(Recorded information)
using System.Text.Json;
using Xunit;

namespace Drypeak.Service.Tests.Laboratory;

public sealed class PhasesAndLinesTests(RunningService service)
{
    /// <summary>Density of water at 20 °C, Mg/m³: Tanaka et al. 2001 (CIPM), table.</summary>
    private const double Water = 0.9982067;

    /// <summary>e = Gs·ρw/ρd − 1, n = e/(1 + e), Sr = w·Gs/e, A = n·(1 − Sr).</summary>
    [Fact]
    public async Task Void_ratio_porosity_saturation_and_air_voids_follow_from_the_phases()
    {
        var specimen = (await service.AnswerAsync(Body.WithSpecimens("""{"waterContent":14,"dryDensity":1.8}"""))).At("/specimens/0");
        var voidRatio = (2.70 * Water / 1.8) - 1;
        var (porosity, saturation) = (voidRatio / (1 + voidRatio), 0.14 * 2.70 / voidRatio);
        Assert.Equal(voidRatio, specimen.Number("/voidRatio"), 1e-6);
        Assert.Equal(100 * porosity, specimen.Number("/porosity"), 1e-4);
        Assert.Equal(100 * saturation, specimen.Number("/saturation"), 1e-4);
        Assert.Equal(100 * porosity * (1 - saturation), specimen.Number("/airVoids"), 1e-4);
        Assert.Equal(1.8 * 1.14, specimen.Number("/wetDensity"), 1e-12);
    }

    [Fact]
    public async Task Without_a_specific_gravity_there_are_no_phases_and_no_lines_and_the_answer_says_so()
    {
        var answer = await service.AnswerAsync(Body.With(("/specificGravity", Body.Absent), ("/lines", """{"saturation":[90],"airVoids":[5]}""")));
        Assert.All(answer.At("/specimens").EnumerateArray(), specimen =>
            Assert.All(new[] { "voidRatio", "porosity", "saturation", "airVoids" }, name => Assert.Equal(JsonValueKind.Null, specimen.GetProperty(name).ValueKind)));
        Assert.Equal(0, answer.At("/zeroAirVoids").GetArrayLength());
        Assert.Equal(0, answer.At("/lines").GetArrayLength());
        Assert.True(answer.IsNull("/optimum/saturation"));
        Assert.False(answer.IsNull("/optimum/waterContent"));
        Assert.Contains("specific-gravity-missing", answer.Findings());
    }

    [Theory]
    [InlineData("\"waterTemperature\":20", Water)]
    [InlineData("\"waterTemperature\":4", 0.9999749)]
    [InlineData("\"waterDensity\":1.0", 1.0)]
    public async Task The_zero_air_voids_line_lies_where_the_water_fills_all_voids(string water, double density)
    {
        var answer = await service.AnswerAsync(Body.Sound.Replace("\"specificGravity\"", water + ", \"specificGravity\"", StringComparison.Ordinal));
        var points = answer.At("/zeroAirVoids").EnumerateArray().Select(point => (W: point[0].GetDouble(), Dry: point[1].GetDouble())).ToList();
        Assert.True(points.Count >= 20);
        Assert.All(points, point => Assert.Equal(2.70 * density / (1 + (2.70 * point.W / 100)), point.Dry, 1e-6));
        Assert.True(points[0].W <= 10 && points[^1].W >= 18);
        Assert.Equal(points.OrderBy(point => point.W), points);
    }

    [Fact]
    public async Task The_lines_asked_for_come_in_their_order_and_lie_where_they_should()
    {
        var lines = (await service.AnswerAsync(Body.With("/lines", """{"saturation":[80,100,90],"airVoids":[10,0]}"""))).At("/lines").EnumerateArray().ToList();
        Assert.Equal([("saturation", 80.0), ("saturation", 100), ("saturation", 90), ("airVoids", 10), ("airVoids", 0)], lines.Select(line => (line.Text("/kind"), line.Number("/value"))));
        Assert.All(lines, line => Assert.All(line.At("/points").EnumerateArray(), point =>
        {
            var (w, value) = (point[0].GetDouble() / 100, line.Number("/value") / 100);
            var expected = line.Text("/kind") == "saturation" ? 2.70 * Water / (1 + (w * 2.70 / value)) : 2.70 * Water * (1 - value) / (1 + (w * 2.70));
            Assert.Equal(expected, point[1].GetDouble(), 1e-6);
        }));
        Assert.Equal(lines[1].At("/points").GetRawText(), (await service.AnswerAsync(Body.Sound)).At("/zeroAirVoids").GetRawText());
    }

    [Fact]
    public async Task A_dry_density_at_or_above_that_of_the_solids_has_no_phases_and_is_found()
    {
        var answer = await service.AnswerAsync(Body.WithSpecimens("""{"waterContent":1,"dryDensity":2.75}"""));
        Assert.True(answer.IsNull("/specimens/0/voidRatio"));
        Assert.Equal("/specimens/0", answer.Finding("density-above-solids").Text("/pointer"));
    }
}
(End Recorded information)
What the task requires: Where a line of the data holds the word "InlineData", copy that line.

Output for this task:
    [InlineData("\"waterTemperature\":20", Water)]
    [InlineData("\"waterTemperature\":4", 0.9999749)]
    [InlineData("\"waterDensity\":1.0", 1.0)]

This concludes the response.